### YOUR GOAL
Look through the entries below. Report each line that has the word "wrong" in it.

Stored items:
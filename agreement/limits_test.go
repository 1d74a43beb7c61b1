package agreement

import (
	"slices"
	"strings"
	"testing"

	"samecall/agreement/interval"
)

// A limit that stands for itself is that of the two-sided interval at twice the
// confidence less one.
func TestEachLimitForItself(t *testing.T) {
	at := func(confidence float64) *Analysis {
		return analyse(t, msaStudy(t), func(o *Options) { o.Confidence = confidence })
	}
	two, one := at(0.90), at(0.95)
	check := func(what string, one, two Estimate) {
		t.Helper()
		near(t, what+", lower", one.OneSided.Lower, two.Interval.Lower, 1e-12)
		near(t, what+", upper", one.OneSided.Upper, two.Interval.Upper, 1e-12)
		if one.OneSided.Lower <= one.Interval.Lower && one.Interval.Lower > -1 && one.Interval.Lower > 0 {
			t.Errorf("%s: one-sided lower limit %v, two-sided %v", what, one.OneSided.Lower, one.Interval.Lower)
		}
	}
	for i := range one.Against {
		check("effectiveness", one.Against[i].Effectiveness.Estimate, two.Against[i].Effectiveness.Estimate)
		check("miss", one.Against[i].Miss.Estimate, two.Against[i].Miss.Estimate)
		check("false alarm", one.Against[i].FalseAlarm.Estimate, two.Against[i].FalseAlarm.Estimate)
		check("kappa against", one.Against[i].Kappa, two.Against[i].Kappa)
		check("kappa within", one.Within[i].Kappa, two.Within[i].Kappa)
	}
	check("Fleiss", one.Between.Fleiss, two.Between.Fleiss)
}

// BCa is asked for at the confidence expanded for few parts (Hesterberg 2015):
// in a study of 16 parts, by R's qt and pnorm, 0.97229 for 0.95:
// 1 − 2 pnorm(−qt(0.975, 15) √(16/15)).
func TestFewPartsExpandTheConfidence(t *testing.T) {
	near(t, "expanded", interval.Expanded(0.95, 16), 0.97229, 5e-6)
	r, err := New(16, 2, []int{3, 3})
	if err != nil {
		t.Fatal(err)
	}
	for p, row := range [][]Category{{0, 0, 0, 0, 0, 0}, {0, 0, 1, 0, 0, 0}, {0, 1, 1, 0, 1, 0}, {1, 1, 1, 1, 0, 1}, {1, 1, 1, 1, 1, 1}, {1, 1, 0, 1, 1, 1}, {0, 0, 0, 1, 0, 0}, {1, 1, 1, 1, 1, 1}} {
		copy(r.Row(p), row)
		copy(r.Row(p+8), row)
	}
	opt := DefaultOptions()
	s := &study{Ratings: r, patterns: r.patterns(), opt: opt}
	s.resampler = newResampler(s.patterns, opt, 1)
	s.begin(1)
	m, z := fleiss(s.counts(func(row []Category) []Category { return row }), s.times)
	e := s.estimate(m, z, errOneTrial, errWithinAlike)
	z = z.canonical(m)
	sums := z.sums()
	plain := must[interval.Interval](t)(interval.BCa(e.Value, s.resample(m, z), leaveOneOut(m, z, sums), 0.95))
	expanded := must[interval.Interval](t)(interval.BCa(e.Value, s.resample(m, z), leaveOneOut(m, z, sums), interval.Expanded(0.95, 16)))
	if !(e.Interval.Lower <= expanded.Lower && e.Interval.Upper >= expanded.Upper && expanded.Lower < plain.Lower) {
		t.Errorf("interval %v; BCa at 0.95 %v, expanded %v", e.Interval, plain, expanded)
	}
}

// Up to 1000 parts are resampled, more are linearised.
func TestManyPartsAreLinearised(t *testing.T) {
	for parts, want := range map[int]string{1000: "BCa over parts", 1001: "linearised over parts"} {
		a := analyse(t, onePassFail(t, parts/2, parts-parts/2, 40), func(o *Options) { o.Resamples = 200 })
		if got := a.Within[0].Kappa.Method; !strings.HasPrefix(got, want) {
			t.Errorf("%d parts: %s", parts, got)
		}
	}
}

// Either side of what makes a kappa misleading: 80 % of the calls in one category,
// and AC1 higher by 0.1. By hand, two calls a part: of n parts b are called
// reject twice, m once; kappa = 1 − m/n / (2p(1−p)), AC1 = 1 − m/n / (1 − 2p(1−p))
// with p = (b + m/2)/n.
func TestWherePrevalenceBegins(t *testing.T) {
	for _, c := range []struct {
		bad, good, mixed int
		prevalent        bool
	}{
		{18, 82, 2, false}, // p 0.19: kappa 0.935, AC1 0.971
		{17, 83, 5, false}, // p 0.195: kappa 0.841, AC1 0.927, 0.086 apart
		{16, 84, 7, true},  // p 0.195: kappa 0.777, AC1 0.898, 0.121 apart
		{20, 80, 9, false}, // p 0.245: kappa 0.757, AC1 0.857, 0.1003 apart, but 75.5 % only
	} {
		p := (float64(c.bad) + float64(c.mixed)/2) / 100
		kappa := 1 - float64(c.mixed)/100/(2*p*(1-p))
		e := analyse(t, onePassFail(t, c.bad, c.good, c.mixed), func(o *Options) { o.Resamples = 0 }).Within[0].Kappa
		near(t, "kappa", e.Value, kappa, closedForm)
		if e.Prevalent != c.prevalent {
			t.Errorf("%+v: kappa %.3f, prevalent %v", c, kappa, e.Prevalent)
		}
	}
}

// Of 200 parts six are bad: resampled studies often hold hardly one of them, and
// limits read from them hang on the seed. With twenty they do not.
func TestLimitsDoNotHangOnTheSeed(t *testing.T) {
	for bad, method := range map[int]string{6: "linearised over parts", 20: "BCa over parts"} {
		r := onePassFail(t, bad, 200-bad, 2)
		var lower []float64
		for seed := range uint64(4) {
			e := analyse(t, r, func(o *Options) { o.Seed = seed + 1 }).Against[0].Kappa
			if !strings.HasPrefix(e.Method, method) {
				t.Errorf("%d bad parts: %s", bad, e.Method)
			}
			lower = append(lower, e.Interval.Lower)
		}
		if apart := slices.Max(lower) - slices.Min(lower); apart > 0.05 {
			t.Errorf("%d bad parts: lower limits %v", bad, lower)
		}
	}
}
==
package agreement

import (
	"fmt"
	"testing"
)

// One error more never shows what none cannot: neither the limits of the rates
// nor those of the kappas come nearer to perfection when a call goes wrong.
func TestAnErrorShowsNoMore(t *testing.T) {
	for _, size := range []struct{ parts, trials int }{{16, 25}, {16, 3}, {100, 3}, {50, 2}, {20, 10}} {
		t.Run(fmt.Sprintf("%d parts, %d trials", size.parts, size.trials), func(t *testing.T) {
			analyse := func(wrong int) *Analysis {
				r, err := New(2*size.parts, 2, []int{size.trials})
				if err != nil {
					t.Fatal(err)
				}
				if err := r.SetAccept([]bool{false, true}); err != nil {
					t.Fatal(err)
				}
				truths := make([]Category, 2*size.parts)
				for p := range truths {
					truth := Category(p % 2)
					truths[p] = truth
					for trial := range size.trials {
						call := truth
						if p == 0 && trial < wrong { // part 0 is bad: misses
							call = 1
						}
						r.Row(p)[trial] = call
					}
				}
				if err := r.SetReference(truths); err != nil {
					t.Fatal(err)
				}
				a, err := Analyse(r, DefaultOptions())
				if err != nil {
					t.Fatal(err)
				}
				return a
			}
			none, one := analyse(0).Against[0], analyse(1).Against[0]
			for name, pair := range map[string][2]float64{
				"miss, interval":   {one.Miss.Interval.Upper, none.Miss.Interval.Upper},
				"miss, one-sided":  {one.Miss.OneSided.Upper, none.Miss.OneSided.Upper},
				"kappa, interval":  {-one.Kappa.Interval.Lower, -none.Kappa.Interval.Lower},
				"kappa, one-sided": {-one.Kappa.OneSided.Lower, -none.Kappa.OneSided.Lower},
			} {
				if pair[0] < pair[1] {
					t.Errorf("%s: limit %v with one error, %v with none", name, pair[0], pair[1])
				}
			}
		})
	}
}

### WRITTEN ANSWER
// nor those of the kappas come nearer to perfection when a call goes wrong.
			analyse := func(wrong int) *Analysis {
						if p == 0 && trial < wrong { // part 0 is bad: misses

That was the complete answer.